**TASK:**
Transcribe the listing below only from the line with "readonly playDegrees: number | null;" up to and including the line with "by its screw.".

**EXERCISE MATERIAL:**

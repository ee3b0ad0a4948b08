import type { Process } from '../statistics/consensus.js';
import { checkDimension, figure, type Dimension, type Figure } from './dimension.js';
import { nearestFit, type IsoFit } from './iso-286.js';
import { defaultSnugLimit } from './seat.js';
import { chancePositive, verdictOf, type SeatVerdict } from './verdict.js';

export type DriveForm = 'round' | 'flat' | 'key';

export interface ShaftSide {
  readonly diameter: Dimension | null;
  /** Across the flat (shaft: from flat to the far side; bore: likewise), or the width of the key; mm. */
  readonly driveSize: Dimension | null;
  readonly form: DriveForm | null;
}

export interface ShaftBoreResult {
  readonly verdict: SeatVerdict;
  readonly trouble: 'diameter' | 'drive-size' | 'drive-form' | null;
  readonly clearance: Figure | null;
  /** Bore minus shaft across the flat or key, mm. */
  readonly driveClearance: Figure | null;
  readonly chance: number | null;
  /** Play of the hub on the shaft, degrees: how far it turns before flat or key carries; null for a round pair. */
  readonly playDegrees: number | null;
  readonly isoFit: IsoFit | null;
  readonly missing: readonly string[];
}

/**
 * A bore on a shaft: diameter as for a seat, then the flat or key. A bore with a flat on a round shaft, or a key without a
 * keyway, does not go on; a round bore goes on a shaft with a flat and is held by its screw.
 * Play: a flat at distance h from the axis with clearance c turns by about c / half the flat's width. Lengths mm.
 */
export function judgeShaftBore(shaft: ShaftSide, bore: ShaftSide, process: Process): ShaftBoreResult {
  const drives = bore.form !== null && bore.form !== 'round';
  const needed: Record<string, unknown> = {
    'shaft.diameter': shaft.diameter,
    'bore.diameter': bore.diameter,
    'shaft.form': shaft.form,
    'bore.form': bore.form,
    ...(drives ? { 'shaft.driveSize': shaft.driveSize, 'bore.driveSize': bore.driveSize } : {}),
  };
  const missing = Object.entries(needed).flatMap(([name, value]) => (value === null ? [name] : []));
  const nothing = { clearance: null, driveClearance: null, playDegrees: null, isoFit: null, missing };
  if (drives && shaft.form !== null && shaft.form !== bore.form) {
    return { verdict: 'will-not-seat', trouble: 'drive-form', chance: 0, ...nothing };
  }
  if (
    !shaft.diameter ||
    !bore.diameter ||
    shaft.form === null ||
    bore.form === null ||
    (drives && (!shaft.driveSize || !bore.driveSize))
  ) {
    return { verdict: 'not-known', trouble: null, chance: null, ...nothing };
  }
  checkDimension(shaft.diameter, 'the shaft');
  checkDimension(bore.diameter, 'the bore');
  const clearance = difference(bore.diameter, shaft.diameter);
  const driveClearance = drives ? difference(bore.driveSize!, shaft.driveSize!) : null;
  const enters = chancePositive(clearance);
  const driveEnters = driveClearance ? chancePositive(driveClearance) : 1;
  const chance = enters * driveEnters;
  return {
    verdict: verdictOf(chance, clearance.value, defaultSnugLimit[process]),
    trouble: chance >= 0.5 ? null : enters <= driveEnters ? 'diameter' : 'drive-size',
    clearance,
    driveClearance,
    chance,
    playDegrees:
      driveClearance && driveClearance.value > 0 ? playOf(bore.form, shaft, driveClearance.value) : null,
    isoFit:
      process === 'machined' && enters >= 0.5 ? nearestFit(shaft.diameter.value, clearance.value) : null,
    missing,
  };
}

function difference(outer: Dimension, inner: Dimension): Figure {
  return figure(outer.value - inner.value, Math.hypot(outer.uncertainty, inner.uncertainty));
}

function playOf(form: DriveForm, shaft: ShaftSide, clearance: number): number {
  const radius = shaft.diameter!.value / 2;
  const flatDistance = shaft.driveSize!.value - radius;
  const halfWidth = form === 'flat' ? Math.sqrt(Math.max(0, radius ** 2 - flatDistance ** 2)) : radius;
  return halfWidth > 0 ? (Math.atan(clearance / halfWidth) * 180) / Math.PI : 0;
}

**ANSWER SPACE:**
  readonly playDegrees: number | null;
  readonly isoFit: IsoFit | null;
  readonly missing: readonly string[];
}

/**
 * A bore on a shaft: diameter as for a seat, then the flat or key. A bore with a flat on a round shaft, or a key without a
 * keyway, does not go on; a round bore goes on a shaft with a flat and is held by its screw.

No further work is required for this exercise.